Research Related Stuff
======================


What is the plan?
-----------------

Find a way to improve the current design for the VI plugin, by starting with
lots of analysis on VIM.


What can I find here?
---------------------

Perl code to parse the normal motion commands from this spreadsheet:

    http://bit.ly/b3Q4Qd (email ran.eilam@gmail.com if you want edit rights)

Into a Graph (CPAN Graph module). The graph is a DAG of all possible syntax
paths for these commands. A syntax path describes what needs to by typed to
trigger the command, and ends in the command itself.

For example, the command "%" has this graph:

init -> op -> count -> % -> cursor to N percentage of buffer
 |             ^
 |             |
 ---------------

Which means that "10%" is legal, "d10%" is legal as well. "d%" is not a path
here, and this is indeed a different command.


Why?
----

This DAG can be used to write a function that takes a string (what the user
typed) and returns one of:

1- command to be run, with count, mark, op, and all other details parsed
2- "we are waiting for more keys"
3- error (yes there are illegal key sequences in normal mode ;)

This is currently handled by the hash dispatch mechanism. It will eventually
have a hard time dealing with the rich (for a text editor) syntax of VIM.

Being entirely data driven from the spreadsheet =  mapping keys is easy.


How do I run it?
----------------

  > ./vim_graph.pl

Will write the graph for normal mode motion commands to .dot and to .png using
GraphViz.


What use is it?
---------------

From this graph object, produced during design time, we can generate the matcher
function (run during run-time) to find the correct command for a key sequence.
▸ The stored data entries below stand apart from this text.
ASYNC_MAX_WIDTH = 16
"""Widest code of an asynchronous design whose every clock the explicit engine explores."""

MAX_WIDTH = 30
"""Widest code the explicit engine takes (codes and depths are 32-bit; memory decides below this)."""

EDGE_LIMIT = 1 << 25
"""Most edges (codes times admissible input rows) the table of ``compact=False`` may hold."""

INPUT_BITS_LIMIT = 12
"""Most input bits that may reach the next code (rows are their combinations)."""

ENUMERATE_LIMIT = 20
"""Most input bits enumerated at once to find the admissible rows."""

CHUNK = 1 << 20
"""Samples evaluated per bit-parallel pass (a multiple of 64)."""

VECTOR_ROUNDS = 64
"""Vectorised rounds a pass takes before a long thin remainder goes one code at a time."""

QUEUE_FRONTIER = 256
"""Below this many codes decided in a round (after VECTOR_ROUNDS rounds), depth goes by a work queue."""

ONES = np.uint64(0xFFFFFFFFFFFFFFFF)

SCC_LIMIT = 1 << 20
"""Most locked codes, with several input rows, whose strongly connected sets are all listed."""


def _tick(budget: Optional[Budget], depth: int) -> None:
    """Raise :class:`OutOfBudget` at ``depth`` when the budget has run out."""
    if budget is not None:
        budget.check(depth)


@dataclass
class Rows:
    """The admissible input rows: combinations of the input bits that reach the next code.

    ``names`` are those bits; ``values[r]`` row r's bits (0/1, in ``names``
    order); ``full[r]`` a complete input assignment that meets the condition
    and agrees with row r (used in traces).
    """

    names: list[str]
    values: list[list[int]]
    full: list[dict[str, int]]

    def __len__(self) -> int:
        return len(self.values)


@dataclass
class Graph:
    """The successor relation: ``succ[r, c]`` is the next code of ``c`` under row r."""

    width: int
    succ: np.ndarray  # (rows, 2^width) uint32
    rows: Rows
    member: np.ndarray  # bool, 2^width: in the sequence

    @property
    def size(self) -> int:
        return 1 << self.width

    @property
    def deterministic(self) -> bool:
        return self.succ.shape[0] == 1

    @classmethod
    def of(cls, width: int, succ: np.ndarray, rows: Rows, member: np.ndarray) -> "Graph":
        """The graph of ``succ``, with the rows kept to one when every row gives the same next codes."""
        if len(rows) > 1 and bool(np.all(succ == succ[0])):
            succ = succ[:1].copy()
            rows = Rows(rows.names, rows.values[:1], rows.full[:1])
        return cls(width, succ, rows, member)


@dataclass
class Analysis:
    """What the exhaustive search decided about every code.

    ``steps[c]``: 0 for a sequence code, the worst number of clocks to reach
    the sequence for an unused code, -1 for one that can stay unused forever.
    ``locked_sets``: every strongly connected set of unused codes that holds a
    cycle, each sorted, the sets sorted; ``locked_total`` how many there are
    (more than are listed only when a one-successor graph has more than
    :data:`compact.SETS_LIMIT` cycles). ``worst`` is None when some code can
    stay unused forever; ``worst_code`` the smallest code attaining ``worst``.
    """

    graph: Graph
    steps: np.ndarray
    worst: Optional[int]
    worst_code: Optional[int]
    locked_sets: list[np.ndarray] = field(default_factory=list)
    unused_count: int = 0
    rounds: int = 0
    locked_total: int = -1
    sets_complete: bool = True
    """False when ``locked_sets`` are cycles found, not every strongly connected set (see :func:`analyse`)."""

    def __post_init__(self) -> None:
        if self.locked_total < 0:
            self.locked_total = len(self.locked_sets)

    @property
    def locked(self) -> bool:
        return bool(self.locked_sets)

    @property
    def locked_cut(self) -> bool:
        """Whether some locked sets are not listed (see ``locked_total``)."""
        return self.locked_total > len(self.locked_sets)

    def locked_json(self, limit: Optional[int] = None) -> list[list[int]]:
        """The locked sets as lists of ints; with ``limit``, the first sets that fit in that many codes."""
        out, n = [], 0
        for s in self.locked_sets:
            if limit is not None and n + s.size > limit:
                break
            out.append([int(c) for c in s])
            n += s.size
        return out


# --- feasibility and admissible inputs -----------------------------------

def _input_nodes(space: CodeSpace, roots: list[int]) -> list[int]:
    m = space.model
    leaves = {l >> 1 for l in m.input_lits}
    return [n for n in m.aig.cone(roots) if n in leaves]


def _names_of(space: CodeSpace, nodes: list[int]) -> list[str]:
    m = space.model
    by_node = {l >> 1: n for n, l in zip(m.inputs, m.input_lits)}
    order = {n: i for i, n in enumerate(m.inputs)}
    return sorted((by_node[n] for n in nodes), key=order.__getitem__)


def _next_input_nodes(space: CodeSpace) -> list[int]:
    """The input nodes that reach the next code (through the pins, or an asynchronous clear or preset)."""
    m = space.model
    return _input_nodes(space, [m.next_lits[i] for i in space.code] + list(m.async_clear) + list(m.async_preset))


def feasible(space: CodeSpace, cond: int, solver: str = DEFAULT_SOLVER, parallel: int = 1) -> tuple[bool, str]:
    """Whether the explicit engine can take this check under ``cond``, and why not; the
    memory it needs is held against its limit and against the memory this machine has
    available shared among ``parallel`` claims running at once."""
    require_whole_state(space)
    w = space.width
    if not space.model.synchronous and w > ASYNC_MAX_WIDTH:
        return False, (f"the code is {w} bits wide (the explicit engine explores every order of an "
                       f"asynchronous design's clocks up to {ASYNC_MAX_WIDTH} bits)")
    if w > MAX_WIDTH:
        return False, f"the code is {w} bits wide (the explicit engine takes up to {MAX_WIDTH})"
    nxt = _next_input_nodes(space)
    if len(nxt) > INPUT_BITS_LIMIT:
        return False, f"{len(nxt)} input bits reach the next code (the explicit engine enumerates up to {INPUT_BITS_LIMIT})"
    rows = 1 << len(nxt)
    if C.memory_refusal(C.memory_needed(w, rows), "", parallel) is not None:
        # the exact row count may be smaller: the condition can fix some inputs
        rows = len(admissible_rows(space, cond, solver))
        why = C.memory_refusal(C.memory_needed(w, rows), f"2^{w} codes and {rows} input row(s)", parallel)
        if why is not None:
            return False, why
    return True, ""


def memory_needed(space: CodeSpace, cond: int, solver: str = DEFAULT_SOLVER) -> int:
    """The bytes an explicit run of this check under ``cond`` will hold at most (before it starts)."""
    return C.memory_needed(space.width, len(admissible_rows(space, cond, solver)))


def require_whole_state(space: CodeSpace) -> None:
    """v1: the code names every flop, so a code is the whole state; refuse otherwise."""
    n = len(space.model.states)
    if sorted(space.code) != list(range(n)):
        raise InputError(space.where, "recovery needs a code that names every flop of the design (v1)")


def admissible_rows(space: CodeSpace, cond: int, solver: str = DEFAULT_SOLVER) -> Rows:
    """Every combination of the inputs that reach the next code allowed by ``cond``.

    A combination is admissible when some assignment of the other inputs
    meets ``cond``. Raises :class:`ValueError` when ``cond`` holds for no input
    at all (the caller turns that into an input error at the claim).
    """
    nxt_nodes = _next_input_nodes(space)
    names = _names_of(space, nxt_nodes)
    every = _names_of(space, sorted(set(nxt_nodes) | set(_input_nodes(space, [cond]))))
    if len(every) <= ENUMERATE_LIMIT:
        values, full = _rows_by_enumeration(space, cond, names, every)
    else:
        values, full = _rows_by_sat(space, cond, names, every, solver)
    if not values:
        raise ValueError("no input meets the condition")
    return Rows(names, values, full)


def _rows_by_enumeration(space: CodeSpace, cond: int, names: list[str],
                         every: list[str]) -> tuple[list[list[int]], list[dict[str, int]]]:
    """Rows by evaluating ``cond`` on every combination of the inputs in ``every`` at once."""
    m = space.model
    lit_of = dict(zip(m.inputs, m.input_lits))
    n = 1 << len(every)
    idx = np.arange(n, dtype=np.uint32)
    leaves = {lit_of[name] >> 1: ((idx >> np.uint32(j)) & np.uint32(1)).astype(bool)
              for j, name in enumerate(every)}
    combos = np.flatnonzero(eval_states(m, [cond], leaves, n)[0])
    key = np.zeros(combos.size, dtype=np.uint32)
    for j, name in enumerate(names):
        key |= ((combos >> every.index(name)) & 1).astype(np.uint32) << np.uint32(j)
    _, first = np.unique(key, return_index=True)  # the first combination of each row
    values, full = [], []
    for c in combos[np.sort(first)].tolist():
        bits = {name: (c >> j) & 1 for j, name in enumerate(every)}
        values.append([bits[name] for name in names])
        full.append({name: bits.get(name, 0) for name in m.inputs})
    return values, full


def _rows_by_sat(space: CodeSpace, cond: int, names: list[str], every: list[str],
                 solver: str) -> tuple[list[list[int]], list[dict[str, int]]]:
    """Rows by one SAT call per combination of ``names`` (too many condition inputs to enumerate)."""
    m = space.model
    lit_of = dict(zip(m.inputs, m.input_lits))
    values, full = [], []
    with Sat(solver) as sat:
        enc = Encoder(m.aig, sat)
        env = enc.new_env({})
        c_lit = enc.lit(env, cond)
        in_lits = {name: enc.lit(env, lit_of[name]) for name in every}
        for combo in range(1 << len(names)):
            bits = [(combo >> j) & 1 for j in range(len(names))]
            assume = [c_lit] + [in_lits[nm] if b else -in_lits[nm] for nm, b in zip(names, bits)]
            if sat.solve(assume):
                values.append(bits)
                full.append({name: (sat.value(in_lits[name]) if name in in_lits else 0) for name in m.inputs})
    return values, full


# --- the successor table --------------------------------------------------

def _low_pattern(k: int) -> np.uint64:
    """The 64-bit word whose bit i is bit k of i (k < 6)."""
    v = 0
    for i in range(64):
        if (i >> k) & 1:
            v |= 1 << i
    return np.uint64(v)


def _packed_bits(base: int, nw: int, k: int) -> np.ndarray:
    """Words of bit k of the sample numbers base, base+1, ... (base a multiple of 64)."""
    if k < 6:
        return np.full(nw, _low_pattern(k), dtype=np.uint64)
    words = (np.arange(nw, dtype=np.uint64) + np.uint64(base >> 6)) >> np.uint64(k - 6)
    return (words & np.uint64(1)) * ONES


def _pack(bits: np.ndarray) -> np.ndarray:
    """Bool array (length a multiple of 64) to little-endian 64-bit words."""
    return np.packbits(bits, bitorder="little").view(np.uint64)


def build_graph(space: CodeSpace, rows: Rows, budget: Optional[Budget] = None, compact: bool = True) -> Graph:
    """The next code of every code under every admissible row, bit-parallel in chunks.

    ``compact`` (the default) builds the table with :func:`compact.successors`
    within :data:`compact.MEMORY_LIMIT`; False builds it as the engine did
    before, one byte per bit, within :data:`EDGE_LIMIT` edges.
    """
    w = space.width
    if compact:
        need = C.memory_needed(w, len(rows))
        if w > MAX_WIDTH or need > C.MEMORY_LIMIT:
            raise ValueError(f"the explicit engine would need {C.gib(need)}, over its {C.gib(C.MEMORY_LIMIT)}")
        member = C.members(space, budget)
        succ, kept = C.folded_successors(space, rows.values, rows.names, member, budget)
        rows = Rows(rows.names, [rows.values[r] for r in kept], [rows.full[r] for r in kept])
        return Graph(w, succ, rows, member)
    m = space.model
    n = 1 << w
    total = n * len(rows)
    if w > 25 or total > EDGE_LIMIT:
        raise ValueError(f"{total} edges exceed the explicit engine's limits")
    aig: Aig = m.aig
    roots = [m.next_lits[i] for i in space.code]  # msb first
    code_nodes = [m.state_lits[i] >> 1 for i in space.code]
    lit_of = dict(zip(m.inputs, m.input_lits))
    row_bits = np.asarray(rows.values, dtype=bool).reshape(len(rows), len(rows.names))
    padded = -(-total // 64) * 64
    out = np.empty(padded, dtype=np.uint32)
    chunk = max(64, min(CHUNK, padded))
    for base in range(0, padded, chunk):
        _tick(budget, 0)
        if budget is not None:
            budget.note(engine="explicit", searched=min(base, total), of=total)
        size = min(chunk, padded - base)
        nw = size // 64
        leaves = {node: _packed_bits(base, nw, w - 1 - pos) for pos, node in enumerate(code_nodes)}
        if rows.names:
            r = np.minimum(np.arange(base, base + size, dtype=np.int64) >> w, len(rows) - 1)
            for j, name in enumerate(rows.names):
                leaves[lit_of[name] >> 1] = _pack(row_bits[r, j])
        vals = evaluate(aig, leaves, roots, np.full(nw, ONES, dtype=np.uint64))
        acc = np.zeros(size, dtype=np.uint32)
        for pos, v in enumerate(vals):
            v = np.broadcast_to(v, (nw,))
            bits = np.unpackbits(np.ascontiguousarray(v).view(np.uint8), bitorder="little")
            acc |= bits.astype(np.uint32) << np.uint32(w - 1 - pos)
        out[base:base + size] = acc
    member = space.member_array(np.arange(n, dtype=np.uint64))
    return Graph.of(w, out[:total].reshape(len(rows), n), rows, member)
Other VIM emulations which seem to have done big design
-------------------------------------------------------

VsVim   http://github.com/jaredpar/VsVim/tree/master/VimCore/
Yi      http://code.haskell.org/yi/src/Yi/Keymap/Vim.hs


Pedagogical aids for understanding VIM
--------------------------------------

For now just word motion symmetries:

https://sites.google.com/site/whatisvim/

Note
----

None of this code is meant to go into the plugin. It's research stuff.